*EXERCISE DESCRIPTION*. Only the number is wanted: state how many lines of the data below contain the word "length".

START SOURCE RECORDS

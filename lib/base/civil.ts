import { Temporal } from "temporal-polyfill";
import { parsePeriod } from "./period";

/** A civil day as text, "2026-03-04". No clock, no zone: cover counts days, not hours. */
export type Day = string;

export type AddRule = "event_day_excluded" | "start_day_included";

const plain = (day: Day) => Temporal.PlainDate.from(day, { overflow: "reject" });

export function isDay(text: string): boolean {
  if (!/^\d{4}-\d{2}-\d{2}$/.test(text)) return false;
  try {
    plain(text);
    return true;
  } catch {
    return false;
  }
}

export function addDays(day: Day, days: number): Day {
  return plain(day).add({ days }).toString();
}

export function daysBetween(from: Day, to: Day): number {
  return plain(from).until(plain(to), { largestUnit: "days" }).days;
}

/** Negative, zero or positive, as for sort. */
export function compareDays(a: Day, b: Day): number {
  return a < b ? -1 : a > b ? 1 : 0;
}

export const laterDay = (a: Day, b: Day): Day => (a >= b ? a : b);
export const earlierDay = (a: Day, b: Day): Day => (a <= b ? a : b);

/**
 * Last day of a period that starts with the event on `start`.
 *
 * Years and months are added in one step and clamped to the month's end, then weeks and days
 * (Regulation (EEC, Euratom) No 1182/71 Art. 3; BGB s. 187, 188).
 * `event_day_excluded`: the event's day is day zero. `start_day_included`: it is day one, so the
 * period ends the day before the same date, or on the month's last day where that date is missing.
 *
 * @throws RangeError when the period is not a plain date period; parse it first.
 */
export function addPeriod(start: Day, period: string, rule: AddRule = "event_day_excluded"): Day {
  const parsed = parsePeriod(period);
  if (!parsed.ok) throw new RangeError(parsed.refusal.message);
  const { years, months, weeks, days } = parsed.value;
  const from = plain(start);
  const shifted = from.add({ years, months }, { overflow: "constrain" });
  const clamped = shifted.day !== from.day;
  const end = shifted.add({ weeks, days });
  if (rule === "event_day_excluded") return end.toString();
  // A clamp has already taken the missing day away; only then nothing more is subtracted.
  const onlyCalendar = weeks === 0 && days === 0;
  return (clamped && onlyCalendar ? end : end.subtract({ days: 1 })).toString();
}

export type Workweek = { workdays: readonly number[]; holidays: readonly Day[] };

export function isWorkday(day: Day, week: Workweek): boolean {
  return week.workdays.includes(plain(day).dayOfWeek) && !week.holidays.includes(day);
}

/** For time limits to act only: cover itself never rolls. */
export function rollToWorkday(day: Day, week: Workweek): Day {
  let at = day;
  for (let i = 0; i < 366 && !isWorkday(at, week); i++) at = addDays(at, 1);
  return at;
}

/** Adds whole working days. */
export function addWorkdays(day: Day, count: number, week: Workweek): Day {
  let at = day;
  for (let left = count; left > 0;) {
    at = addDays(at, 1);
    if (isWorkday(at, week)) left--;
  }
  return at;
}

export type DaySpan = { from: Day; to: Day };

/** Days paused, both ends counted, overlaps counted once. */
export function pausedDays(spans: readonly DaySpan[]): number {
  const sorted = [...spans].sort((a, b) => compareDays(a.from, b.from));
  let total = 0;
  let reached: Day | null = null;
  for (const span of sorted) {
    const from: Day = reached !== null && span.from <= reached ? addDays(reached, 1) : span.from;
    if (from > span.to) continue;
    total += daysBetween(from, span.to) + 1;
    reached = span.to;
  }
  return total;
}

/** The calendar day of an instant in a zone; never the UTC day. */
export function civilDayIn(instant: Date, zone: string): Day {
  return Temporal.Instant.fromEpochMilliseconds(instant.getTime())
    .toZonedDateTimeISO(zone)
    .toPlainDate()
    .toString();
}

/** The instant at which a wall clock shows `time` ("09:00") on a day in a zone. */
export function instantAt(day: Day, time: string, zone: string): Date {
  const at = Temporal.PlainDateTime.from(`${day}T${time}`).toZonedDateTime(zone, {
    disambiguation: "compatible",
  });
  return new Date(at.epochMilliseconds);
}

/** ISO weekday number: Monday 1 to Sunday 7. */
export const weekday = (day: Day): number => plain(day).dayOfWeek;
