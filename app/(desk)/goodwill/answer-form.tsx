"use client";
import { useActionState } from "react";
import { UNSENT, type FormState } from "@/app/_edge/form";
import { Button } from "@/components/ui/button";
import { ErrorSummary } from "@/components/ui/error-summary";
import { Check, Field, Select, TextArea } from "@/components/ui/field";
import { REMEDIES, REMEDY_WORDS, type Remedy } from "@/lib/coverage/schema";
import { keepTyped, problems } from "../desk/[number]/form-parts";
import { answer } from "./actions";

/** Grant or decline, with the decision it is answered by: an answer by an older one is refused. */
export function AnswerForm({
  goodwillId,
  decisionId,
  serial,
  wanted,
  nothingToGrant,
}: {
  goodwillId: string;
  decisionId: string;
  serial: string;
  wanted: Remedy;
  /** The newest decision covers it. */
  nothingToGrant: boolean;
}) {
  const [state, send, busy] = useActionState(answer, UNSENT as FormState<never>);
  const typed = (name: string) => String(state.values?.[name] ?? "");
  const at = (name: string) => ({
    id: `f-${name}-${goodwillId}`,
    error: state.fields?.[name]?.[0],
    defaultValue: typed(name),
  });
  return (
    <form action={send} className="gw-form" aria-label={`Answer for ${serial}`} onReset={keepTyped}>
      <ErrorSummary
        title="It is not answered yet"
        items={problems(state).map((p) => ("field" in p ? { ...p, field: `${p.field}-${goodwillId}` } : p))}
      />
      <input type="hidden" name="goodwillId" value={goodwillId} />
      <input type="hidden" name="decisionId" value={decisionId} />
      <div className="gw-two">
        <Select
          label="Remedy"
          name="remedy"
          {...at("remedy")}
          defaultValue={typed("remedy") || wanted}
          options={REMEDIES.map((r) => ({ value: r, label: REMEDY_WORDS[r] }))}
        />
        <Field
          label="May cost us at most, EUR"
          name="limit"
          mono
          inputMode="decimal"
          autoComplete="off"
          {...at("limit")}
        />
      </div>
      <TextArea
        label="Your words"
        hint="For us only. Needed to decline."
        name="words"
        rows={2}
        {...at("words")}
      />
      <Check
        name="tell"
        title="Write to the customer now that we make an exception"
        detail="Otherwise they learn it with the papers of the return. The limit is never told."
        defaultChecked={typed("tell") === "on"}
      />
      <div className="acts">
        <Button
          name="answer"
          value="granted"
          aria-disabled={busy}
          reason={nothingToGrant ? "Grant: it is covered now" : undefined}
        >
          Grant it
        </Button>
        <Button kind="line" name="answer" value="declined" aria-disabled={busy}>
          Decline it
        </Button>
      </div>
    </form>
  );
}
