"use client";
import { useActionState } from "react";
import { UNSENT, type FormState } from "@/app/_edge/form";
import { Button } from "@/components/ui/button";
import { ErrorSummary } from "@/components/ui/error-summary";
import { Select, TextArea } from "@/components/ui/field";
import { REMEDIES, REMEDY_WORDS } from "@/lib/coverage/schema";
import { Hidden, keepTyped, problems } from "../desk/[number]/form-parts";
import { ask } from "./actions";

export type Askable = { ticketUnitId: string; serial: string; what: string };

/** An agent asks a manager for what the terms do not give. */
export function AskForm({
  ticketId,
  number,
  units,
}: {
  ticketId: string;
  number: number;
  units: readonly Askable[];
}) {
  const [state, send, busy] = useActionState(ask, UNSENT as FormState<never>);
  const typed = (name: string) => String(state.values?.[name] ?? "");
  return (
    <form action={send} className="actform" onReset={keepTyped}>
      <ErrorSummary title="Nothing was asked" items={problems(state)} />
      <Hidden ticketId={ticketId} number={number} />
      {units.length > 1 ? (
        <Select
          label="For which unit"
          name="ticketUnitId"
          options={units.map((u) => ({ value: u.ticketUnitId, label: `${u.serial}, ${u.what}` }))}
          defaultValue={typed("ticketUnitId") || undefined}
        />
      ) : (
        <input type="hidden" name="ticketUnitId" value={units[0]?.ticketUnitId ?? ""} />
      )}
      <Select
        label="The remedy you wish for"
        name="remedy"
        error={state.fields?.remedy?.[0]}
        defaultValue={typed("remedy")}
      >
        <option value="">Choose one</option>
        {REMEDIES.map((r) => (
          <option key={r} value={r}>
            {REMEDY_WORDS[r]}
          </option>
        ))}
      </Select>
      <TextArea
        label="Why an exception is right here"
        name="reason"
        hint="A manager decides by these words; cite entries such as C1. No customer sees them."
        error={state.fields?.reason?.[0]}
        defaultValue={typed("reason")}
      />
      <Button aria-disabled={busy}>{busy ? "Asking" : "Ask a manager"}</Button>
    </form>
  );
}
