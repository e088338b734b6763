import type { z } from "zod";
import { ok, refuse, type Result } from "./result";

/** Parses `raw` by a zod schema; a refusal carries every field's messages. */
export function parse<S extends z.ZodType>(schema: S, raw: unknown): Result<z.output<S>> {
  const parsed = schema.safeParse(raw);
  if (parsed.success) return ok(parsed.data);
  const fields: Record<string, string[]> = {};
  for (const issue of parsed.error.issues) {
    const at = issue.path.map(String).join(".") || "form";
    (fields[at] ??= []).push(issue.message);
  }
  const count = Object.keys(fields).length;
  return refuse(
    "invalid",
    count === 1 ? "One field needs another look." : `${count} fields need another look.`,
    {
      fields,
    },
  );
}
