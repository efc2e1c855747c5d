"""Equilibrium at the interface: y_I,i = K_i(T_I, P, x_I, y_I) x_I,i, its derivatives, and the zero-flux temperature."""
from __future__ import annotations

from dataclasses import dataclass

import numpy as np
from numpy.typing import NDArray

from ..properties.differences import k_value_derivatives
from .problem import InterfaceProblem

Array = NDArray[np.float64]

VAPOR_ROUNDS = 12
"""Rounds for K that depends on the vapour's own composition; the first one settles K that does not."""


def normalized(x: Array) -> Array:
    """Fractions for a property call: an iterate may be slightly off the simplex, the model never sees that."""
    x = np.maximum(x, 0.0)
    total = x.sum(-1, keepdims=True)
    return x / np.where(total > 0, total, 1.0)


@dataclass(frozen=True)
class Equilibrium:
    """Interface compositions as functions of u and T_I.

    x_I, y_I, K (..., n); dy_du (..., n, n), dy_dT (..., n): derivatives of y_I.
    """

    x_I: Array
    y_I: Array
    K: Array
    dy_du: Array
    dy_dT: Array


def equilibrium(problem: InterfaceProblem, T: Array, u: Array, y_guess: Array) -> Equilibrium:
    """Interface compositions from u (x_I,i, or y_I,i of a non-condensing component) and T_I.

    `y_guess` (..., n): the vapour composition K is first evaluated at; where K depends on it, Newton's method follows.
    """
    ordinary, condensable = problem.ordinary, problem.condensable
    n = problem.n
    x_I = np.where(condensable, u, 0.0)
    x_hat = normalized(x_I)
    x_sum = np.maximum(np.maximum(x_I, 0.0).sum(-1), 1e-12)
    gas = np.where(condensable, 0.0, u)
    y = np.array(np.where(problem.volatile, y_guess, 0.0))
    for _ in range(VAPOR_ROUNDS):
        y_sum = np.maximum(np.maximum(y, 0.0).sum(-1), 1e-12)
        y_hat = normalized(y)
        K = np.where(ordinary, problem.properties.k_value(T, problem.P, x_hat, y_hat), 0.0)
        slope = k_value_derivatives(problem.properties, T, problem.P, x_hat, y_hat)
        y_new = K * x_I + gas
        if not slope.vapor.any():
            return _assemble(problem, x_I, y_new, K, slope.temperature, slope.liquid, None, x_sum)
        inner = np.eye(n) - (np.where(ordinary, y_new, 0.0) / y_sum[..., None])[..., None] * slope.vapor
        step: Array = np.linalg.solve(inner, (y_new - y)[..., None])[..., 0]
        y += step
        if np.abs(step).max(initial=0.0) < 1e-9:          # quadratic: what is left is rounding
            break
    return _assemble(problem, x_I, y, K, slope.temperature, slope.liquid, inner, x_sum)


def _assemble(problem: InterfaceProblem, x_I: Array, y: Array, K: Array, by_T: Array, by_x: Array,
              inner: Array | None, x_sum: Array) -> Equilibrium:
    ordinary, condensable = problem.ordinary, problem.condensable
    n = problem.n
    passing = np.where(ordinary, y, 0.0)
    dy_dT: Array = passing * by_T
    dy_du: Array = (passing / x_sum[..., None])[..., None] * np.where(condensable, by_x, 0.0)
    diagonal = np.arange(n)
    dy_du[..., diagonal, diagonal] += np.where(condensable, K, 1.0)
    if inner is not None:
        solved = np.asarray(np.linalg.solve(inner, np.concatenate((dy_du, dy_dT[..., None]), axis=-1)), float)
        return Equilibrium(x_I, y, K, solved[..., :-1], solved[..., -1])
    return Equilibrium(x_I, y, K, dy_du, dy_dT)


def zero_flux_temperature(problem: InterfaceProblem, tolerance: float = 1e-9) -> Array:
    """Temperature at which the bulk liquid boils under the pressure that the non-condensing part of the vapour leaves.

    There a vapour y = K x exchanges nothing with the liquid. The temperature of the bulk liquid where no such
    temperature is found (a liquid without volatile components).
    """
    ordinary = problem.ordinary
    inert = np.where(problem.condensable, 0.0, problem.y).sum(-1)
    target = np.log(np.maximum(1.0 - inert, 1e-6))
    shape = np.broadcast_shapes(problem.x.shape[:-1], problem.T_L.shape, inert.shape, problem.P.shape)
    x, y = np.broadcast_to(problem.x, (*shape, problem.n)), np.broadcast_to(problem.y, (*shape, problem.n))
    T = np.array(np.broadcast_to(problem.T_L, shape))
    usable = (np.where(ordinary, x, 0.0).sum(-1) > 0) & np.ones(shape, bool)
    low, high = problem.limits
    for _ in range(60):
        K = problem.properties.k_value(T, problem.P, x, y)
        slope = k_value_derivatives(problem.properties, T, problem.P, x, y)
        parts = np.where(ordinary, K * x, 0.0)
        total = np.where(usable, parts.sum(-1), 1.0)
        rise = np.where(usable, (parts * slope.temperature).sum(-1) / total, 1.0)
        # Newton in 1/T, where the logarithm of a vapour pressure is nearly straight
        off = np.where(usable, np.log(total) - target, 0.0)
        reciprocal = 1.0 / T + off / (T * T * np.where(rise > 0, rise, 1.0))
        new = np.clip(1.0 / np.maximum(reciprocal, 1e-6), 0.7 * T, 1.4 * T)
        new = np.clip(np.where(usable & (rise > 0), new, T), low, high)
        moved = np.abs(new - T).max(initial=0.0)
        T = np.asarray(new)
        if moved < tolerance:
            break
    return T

END SOURCE RECORDS

*THE ANSWER*. 2